4. From a comparison under Section 488, Cr.P.C. (old) as well as under Section 125, Cr.P.C. (new), I find that the right of the wife or the child to be maintained by the husband are each independent rights. One is not correlated to the other. The Code of Criminal Procedure 1973 has merely added some more categories of claimants to maintenance but as far as the liability of the father to maintain his child is concerned, there is no distinction. After considering the entire case law I have already held in Criminal Revision No. 1623 of 1977 (All) (Smt. Kaiser Jahan Begum v. Rijvan Ullah Khan) that 'right of child to claim maintenance allowance from their father is independent of the mother's right to maintenance'. This, right of the child, however, is circumscribed only by two limitations under Section 488, Cr.P.C. The first limitation is that the father must neglect or refuse to maintain the child and the second limitation is that the child must be unable to maintain itself. Counsel for the applicant has cited a number of cases of various courts in support of the proposition that maintenance allowance can only be granted to the children, if the father neglects or refuses to maintain the child. He has relied upon AIR 1925 Bom 258 : 26 Cri Lj 991, In re Mahadev Laxman Satardeker AIR 1927 Lah 430 (1) : 28 Cri LJ 345, Khajan Chand v. The Crown AIR 1941 Patna 444 : 42 Cri LJ 347 Prasad Gareri v. Mt. Kesari.
5. The proposition urged by the learned Counsel cannot be disputed. Before maintenance allowance is awarded to a child, the court must hold that the father has neglected or refused to maintain him but this in every case would be a question of fact deducible from the circumstances and the evidence on the record. It is true that in the instant case the father has alleged that ho had partly borne the expenses at the birth of the child. The child was born on 19th October, 1974. The child was living with her mother Smt. Sheel Kumari. There is nothing on the record to indicate that Nanoo Mai ever sent any maintenance allowance for the support of the child. Being a minor child, it goes without saying that he was unable to maintain himself. Therefore, it was incumbent upon Nanoo Mai Saxena to have remitted an allowance to Smt. Sheel Kumari for the maintenance of the child. In the absence of this evidence, it can safely be inferred that Nanoo Mai Saxena has neglected to maintain his child.

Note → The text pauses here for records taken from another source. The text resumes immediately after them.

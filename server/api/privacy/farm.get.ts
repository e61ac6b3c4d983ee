import { z } from 'zod'

const querySchema = z.object({ code: farmCodeSchema })

// Where one farm's personal data lives (visits, photos, rounds, tablets), before an erasure is confirmed.
export default defineRoleHandler(['coordinator'], async (event, user) => {
  const { code } = await getValidatedQuery(event, validateWith(querySchema))
  return farmFootprint(user.organisationId, code)
})
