/**
 * Sample lists end to end through the real routes, MariaDB and fit worker: the all-or-nothing upload, who may see
 * the heads' names, non-interviews from the tablet, the sampling weights in the export and in a model run (equal to
 * hand-computed inverse selection probabilities), and the weighted survey-design fit against R's survey::svyglm
 * (Debian's r-cran-survey, through tests/reference/svyglm_ref.R, as tests/unit/engine/survey.test.ts does).
 */
import { spawnSync } from 'node:child_process'
import { mkdtempSync, readFileSync, writeFileSync } from 'node:fs'
import { tmpdir } from 'node:os'
import { join } from 'node:path'
import { fileURLToPath } from 'node:url'
import { afterAll, beforeAll, describe, expect, it } from 'vitest'
import { SampleFarm, SampleVillage, User } from '../../server/db/models'
import type { FieldSetup } from '../../shared/types/field'
import type { ModelRunDetail } from '../../shared/types/models'
import type { RoundSample, SampleListProblem } from '../../shared/types/sample'
import { rectangular } from '../support/csv'
import { closeTestDatabase, testDatabase } from '../support/database'
import { type TestRound, makeRound, makeVisit } from '../support/field'
import { fitAndWait } from '../support/models'
import { type Client, demoUser, freshClient } from '../support/server'
import { newPerson } from '../support/team'

let coordinator: Client
let enumerator: Client
let other: Client
let funder: Client
let round: TestRound

// Hand-computed (see tests/unit/sampling/weights.test.ts for the formula):
// village A: P = 0.5, N = 100 listed, n = 20 main-sample farms → π = 0.5 · 20/100 = 0.1  → weight 10
// village B: P = 0.2, N = 50 listed,  n = 10 main-sample farms → π = 0.2 · 10/50  = 0.04 → weight 25
const WEIGHT_A = 10
const WEIGHT_B = 25
const codesA = Array.from({ length: 20 }, (_, i) => `SA-${String(i + 1).padStart(3, '0')}`)
const codesB = Array.from({ length: 10 }, (_, i) => `SB-${String(i + 1).padStart(3, '0')}`)
const tableOf = (text: string) => {
  const [header, ...rows] = rectangular(text)
  return { header: header!, rows }
}
const listPath = (villageId: number) => `/api/rounds/${round.roundId}/sample/${villageId}`

function csvA(): string {
  const lines = ['farm_code,rank,head_name,hint,lat,lon']
  codesA.forEach((c, i) => lines.push(`${c},0,Head ${i} Amaro,Near the borehole ${i},,`))
  lines.push('SA-101,1,Reserve One Tolu,Past the mill,-13.1,31.5', 'SA-102,2,Reserve Two Tolu,By the school,,')
  return `${lines.join('\n')}\n`
}

// Answers that vary enough for a logit with two covariates and no separation.
function answersFor(i: number) {
  const farm = 0.5 + ((i * 37) % 23) / 5
  const household = 2 + ((i * 11) % 9)
  const adopted = ((i * 53) % 7) + farm / 2 > 4.2
  return { adopted, farm_size_ha: Math.round(farm * 10) / 10, household_size: household }
}

beforeAll(async () => {
  testDatabase()
  coordinator = freshClient()
  await coordinator.signIn(demoUser('coordinator').email)
  enumerator = freshClient()
  await enumerator.signIn(demoUser('enumerator').email)
  funder = freshClient()
  await funder.signIn(demoUser('funder').email)
  const admin = freshClient()
  await admin.signIn(demoUser('admin').email)
  const second = await newPerson(admin, 'enumerator')
  other = second.client
  const me = await User.findOne({ where: { email: demoUser('enumerator').email } })
  round = await makeRound(coordinator, me!.id)
  // The second enumerator takes village B; the demo enumerator keeps village A.
  const assigned = await coordinator.request('PUT', `/api/rounds/${round.roundId}/assignments`, { assignments: [
    { userId: me!.id, villageId: round.assignedVillageId }, { userId: second.userId, villageId: round.otherVillageId }
  ] })
  expect(assigned.status).toBe(200)
}, 60_000)
afterAll(closeTestDatabase)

6. The argument that if the child had lived with the father, he would have been maintained is not legally tenable. Further the argument that the mother was not entitled to maintenance and therefore, the child who was living j with such a mother was also not entitled to maintenance, is again not tenable in law. As I have mentioned above, the right of the child to receive maintenance is an independent right and it does not arise out of or flow from the right of his mother to receive maintenance allowance.
7. For the reasons mentioned above, I am of the view that Nanoo Mai is in law bound to maintain his child, who is living with his mother Smt. Sheel Kumari. The maintenance allowance of Rs. 50 per month for the infant child is by no means excessive. This revision application Is accordingly dismissed.